DOI: 10.1152/ajprenal.00234.2023 ISSN: 1931-857X

Altered immune cell phenotypes within chronically ischemic human kidneys distal to occlusive renal artery disease

Xiang-Yang Zhu, Nattawat Klomjit, Aditya S. Pawar, Amrutesh S. Puranik, Zhi-Zhang Yang, Esther Lutgens, Alfonso Eirin, Amir Lerman, Stephen C. Textor, Lilach O. Lerman
  • Physiology

Background: Renal artery stenosis (RAS) is a major cause of ischemic kidney disease, which is largely mediated by inflammation. Mapping the immune cell composition in ischemic kidneys might provide useful insight into the disease pathogenesis and uncover therapeutic targets. Methods: We used mass-cytometry (CyTOF) to explore the single-cell composition in a unique dataset of human kidneys nephrectomized due to chronic occlusive vascular disease (RAS, n=3), relatively healthy donor kidneys (n=6), and unaffected sections of kidneys with renal cell carcinoma (RCC, n=3). Renal fibrosis and certain macrophage populations were also evaluated in renal sections. Results: Cytobank analysis showed in RAS kidneys decreased cell populations expressing epithelial markers (CD45-/CD13+) and increased CD45+ inflammatory cells, whereas scattered-tubular-progenitor-like cells (CD45-/CD133+/CD24+) increased compared with kidney donors. Macrophages switched to pro-inflammatory phenotypes in RAS, and the numbers of IL-10-producing dendritic cells (DC) were also lower.
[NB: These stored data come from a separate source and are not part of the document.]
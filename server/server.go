// Lanternbook's program: a local web server for pages and for other programs,
// and the commands beside it.
//
// This is the only package that knows HTTP. It reads a request, calls calc or
// store, chooses, and renders; it holds no formula, no SQL and no HTML.
package main

import (
	"log/slog"
	"net/http"
	"runtime/debug"
	"time"

	"lanternbook/store"
)

// server is what the handlers share. Everything that must last is in the store;
// of its own it has only the draws that run.
type server struct {
	store *store.Store
	now   func() time.Time
	log   *slog.Logger
	hosts hostList

	scatters *scatterJobs
}

// newServer returns a server on an open store. listen is the address it will
// be reached at, as given to -listen: its host joins the loopback names that
// the server answers to.
func newServer(st *store.Store, now func() time.Time, log *slog.Logger, listen string) *server {
	return &server{store: st, now: now, log: log, hosts: hostsFor(listen), scatters: newScatterJobs()}
}

// routed is a handler that may fail. What answers the failure is the wrapper
// it is registered through: page for people, api for programs.
type routed func(w http.ResponseWriter, r *http.Request) error

// version is the module version that the binary was built from, or the
// revision of its source, or "development".
func version() string {
	info, ok := debug.ReadBuildInfo()
	if !ok {
		return "development"
	}
	if v := info.Main.Version; v != "" && v != "(devel)" {
		return v
	}
	for _, setting := range info.Settings {
		if setting.Key == "vcs.revision" && len(setting.Value) >= 12 {
			return setting.Value[:12]
		}
	}
	return "development"
}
Compared with kidney donors, RAS kidneys had decreased overall DC populations, but increased plasmacytoid DC. Furthermore, senescent active T-cells (CD45+/CD28+/CD57+), aged-neutrophils (CD45+/CD15+/CD24+/CD11c+), and regulatory B-cells (CD45+/CD14-/CD24+/CD44+) were increased in RAS. RCC kidneys showed a distribution of cell phenotypes comparable to RAS but less pronounced, accompanied by an increase in CD34+, CD370+, CD103+, and CD11c+/CD103+ cells. Histologically, RAS kidneys showed significantly increased fibrosis and decreased CD163+/CD141+ cells. Conclusion: The single-cell platform CyTOF enables detection of significant changes in renal cells, especially in subsets of immune cells in ischemic human kidneys. Endogenous pro-repair cell types in RAS warrant future study for potential immune therapy.